I love my All City and i got it used for a good price. I like State bikes as well but id look for a used one. Dont buy an SE racing fixie, and generally look for a bike brand that has a good headset and crankset, as well as if you get a carbon or aluminum bike CHECK THE ALINEMENT OF THE FRAME, as many big manufacturers send the frame in such a way that in its travels its alinement can get off. If your new to it id recomend steel because the alinement can get fixed after the fact. Also recognize what brakes it can or cant take as this can effect the VALUE of the bike in the future when you need to sell it.


----------



## Acesand8s (22 May 2014)

Look makes a decent aluminum beginners bike, if you have the money.


----------



## srj10 (25 May 2014)

http://www.edinburghbicycle.com/products/revolution-track-14?bct=browse/bicycles/road-bikes
Don't know much about ss but this gets alot of good reviews


----------



## montage (25 May 2014)

£150-200 and you could probably build one from an old steel frame


----------



## smokeysmoo (25 May 2014)

1gearnoidea said:


> I'd say buy a decent 2nd hand langster...good components and very light and fast...


^this


----------



## GGJ (25 May 2014)

54cm Langster for sale on retrobike for £165.00...Bargain

CLICK HERE FOR LINK


----------



## biggs682 (25 May 2014)

GGJ said:


> 54cm Langster for sale on retrobike for £165.00...Bargain
> 
> CLICK HERE FOR LINK


too late its gone now


----------



## RedRider (25 May 2014)

I'll throw the Surly Steamroller into the mix. Not mine tho' 'cos I like it too much. See here for 'roller love and second hand prices.

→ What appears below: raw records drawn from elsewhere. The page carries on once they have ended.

import { MAX_TAGS, TAG_PATTERN } from './types.js'

/**
 * Validate and normalise tags: each must match TAG_PATTERN; duplicates are
 * dropped and the list sorted so stored tags compare equal.
 * @returns the tags, or a reason they are refused
 */
export function normaliseTags(tags: readonly unknown[]): { tags: string[] } | { reason: string } {
  if (tags.length > MAX_TAGS) return { reason: `at most ${MAX_TAGS} tags per SKU (got ${tags.length})` }
  const out = new Set<string>()
  for (const tag of tags) {
    if (typeof tag !== 'string' || !TAG_PATTERN.test(tag)) {
      return {
        reason: `tag ${JSON.stringify(tag)} must be 1-64 characters of letters, digits and . _ : / = -, starting with a letter or digit`,
      }
    }
    out.add(tag)
  }
  return { tags: [...out].sort() }
}
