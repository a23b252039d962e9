/**
 * Writes openapi/openapi.json from the zod route schemas (`npm run openapi`).
 * Needs no Redis: the app is built with a gateway that is never called.
 * test/http/openapi.test.ts fails when the committed file drifts.
 */
import { mkdirSync, writeFileSync } from 'node:fs'
import { dirname } from 'node:path'
import { fileURLToPath } from 'node:url'
import { renderOpenApiDocument } from '../src/http/openapi-document.js'

const target = fileURLToPath(new URL('../openapi/openapi.json', import.meta.url))
mkdirSync(dirname(target), { recursive: true })
writeFileSync(target, await renderOpenApiDocument())
process.stdout.write(`wrote ${target}\n`)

Delivers a comfortable ride over 150 miles and ideal for commutes on dodgy roads. I find mine fast enough, can keep up with the CF boys no probs (depending on gearing of course).


----------



## biggs682 (26 May 2014)

must admit i treated myself to a charge plug that @GrumpyGregry was selling cant wait to have another go at using a fixie


----------



## 1gearnoidea (26 May 2014)

LANGSTER


----------



## Smurfy (26 May 2014)

srj10 said:


> http://www.edinburghbicycle.com/products/revolution-track-14?bct=browse/bicycles/road-bikes
> Don't know much about ss but this gets alot of good reviews


+1 You'll get a Reynolds frame on the 2014 model, which is a reasonable start, and good value for money.


----------



## colly (26 May 2014)

biggs682 said:


> cant wait to have another go at using a fixie



I got a great tip for you Biggsy....................buy a used frame off someone on Cyclechat and use it as a basis for a project.


----------



## biggs682 (26 May 2014)

colly said:


> I got a great tip for you Biggsy....................buy a used frame off someone on Cyclechat and use it as a basis for a project.

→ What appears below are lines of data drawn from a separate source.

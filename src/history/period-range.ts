import { formatPeriod, type Frequency } from '../engine/index.js'

/**
 * Label of the last period of a history of `count` periods from `startOrdinal`,
 * or why it cannot be stored: period labels stop at year 9999, and a stored
 * history whose end has no label could be written but never read back.
 */
export function lastPeriodOf(startOrdinal: number, count: number, frequency: Frequency): { label: string } | { reason: string } {
  try {
    return { label: formatPeriod(startOrdinal + count - 1, frequency) }
  } catch {
    return { reason: `the history would end after year 9999 (${count} ${frequency} periods from ${formatPeriod(startOrdinal, frequency)})` }
  }
}
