import { formatPeriod, parsePeriod, type Frequency } from '../engine/index.js'

/**
 * Place a period cell of an upload into a bucket of the target frequency.
 *
 * Accepted cells:
 *  - a date `2024-03-05` (a time after it, `2024-03-05T10:00:00Z` or
 *    `2024-03-05 10:00`, is ignored: the date is taken as written, no time
 *    zone conversion) -> its day, ISO week, month, quarter or year;
 *  - a period label of the target frequency or of a finer one that nests in
 *    it: `2024-03` into month, quarter or year; `2024-Q2` into quarter or year;
 *    `2024-W09` into week only (weeks do not nest in months); `2024` into year.
 *
 * Week buckets are ISO-8601 weeks (Monday first; week 1 holds the year's
 * first Thursday), so 2021-01-03 falls in 2020-W53.
 * @returns the bucket's period ordinal (as engine/periods.ts numbers them) and whether the cell was a
 * date (a transaction row) rather than a period label (a period total), or why the cell is refused
 */
export function bucketOf(cell: string, target: Frequency): { ordinal: number; dated: boolean } | { reason: string } {
  const text = cell.trim()
  const date = /^(\d{4})-(\d{2})-(\d{2})(?:[T ].*)?$/.exec(text)
  try {
    if (date) {
      const year = Number(date[1])
      const month = Number(date[2])
      const day = parsePeriod(`${date[1]}-${date[2]}-${date[3]}`, 'day')
      switch (target) {
        case 'day':
          return { ordinal: day, dated: true }
        case 'week':
          // Day 4 (1970-01-05) was a Monday; week ordinals count Mondays from there.
          return { ordinal: Math.floor((day - 4) / 7), dated: true }
        case 'month':
          return { ordinal: year * 12 + month - 1, dated: true }
        case 'quarter':
          return { ordinal: year * 4 + Math.floor((month - 1) / 3), dated: true }
        case 'year':
          return { ordinal: year, dated: true }
      }
    }
    const kind = labelKind(text)
    if (kind === null) {
      return { reason: `period ${JSON.stringify(cell)} is not a date (2024-03-05) or a period label (2024-03, 2024-W09, 2024-Q2, 2024)` }
    }
    const ordinal = parsePeriod(text, kind)
    const nested = convert(ordinal, kind, target)
    if (nested === null) return { reason: `a ${kind} period (${text}) cannot be placed in ${target} buckets` }
    return { ordinal: nested, dated: false }
  } catch (err) {
    return { reason: `period ${JSON.stringify(cell)} is not valid: ${(err as Error).message}` }
  }
}

function labelKind(text: string): Frequency | null {
  if (/^\d{4}-\d{2}$/.test(text)) return 'month'
  if (/^\d{4}-W\d{2}$/.test(text)) return 'week'
  if (/^\d{4}-Q\d$/.test(text)) return 'quarter'
  if (/^\d{4}$/.test(text)) return 'year'
  return null
}

/** Ordinal of a coarser bucket holding the period, or null when it does not nest. */
function convert(ordinal: number, from: Frequency, to: Frequency): number | null {
  if (from === to) return ordinal
  if (from === 'month' && to === 'quarter') return Math.floor(ordinal / 3)
  if (from === 'month' && to === 'year') return Math.floor(ordinal / 12)
  if (from === 'quarter' && to === 'year') return Math.floor(ordinal / 4)
  return null
}

const CALENDAR_DATE = /^\d{4}-\d{2}-\d{2}$/

/**
 * The first-period label to store and forecast with: for weekly demand a
 * calendar date (2024-03-05) means its ISO week (2024-W10); any other label is
 * kept as given (the engine checks it against the frequency).
 */
export function firstPeriodLabel(label: string, frequency: Frequency): string {
  if (frequency !== 'week' || !CALENDAR_DATE.test(label)) return label
  const bucket = bucketOf(label, 'week')
  return 'ordinal' in bucket ? formatPeriod(bucket.ordinal, 'week') : label
}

 @colly i am hopefully meeting lee cooper soon


----------



## colly (26 May 2014)

biggs682 said:


> @colly i am hopefully meeting lee cooper soon



Great ..............He made my jeans way back.


----------



## morganswift (14 Jun 2014)

I love my Globe Roll 2. Got a good frame. Think you may still be able to pick one up.


----------



## al-fresco (26 Jun 2014)

A couple of years ago I was looking for a secondhand Langster and found that they tended to hold their value very well on Ebay - so much so that I ended up buying a new 'old stock' Langster for not much more than the cost of a used one. It might be worth seeing if any of the on-line dealers is still carrying 2012 or 2013 stock.


----------



## Mike Rudkin (5 Jul 2014)

http://www.fixedgearfrenzy.com/no-l...ted-edition-fixed-gear-single-speed-bike.html
This is mine,and I love it.
Mike

I didn't get it from Fixed wheel frenzy though


----------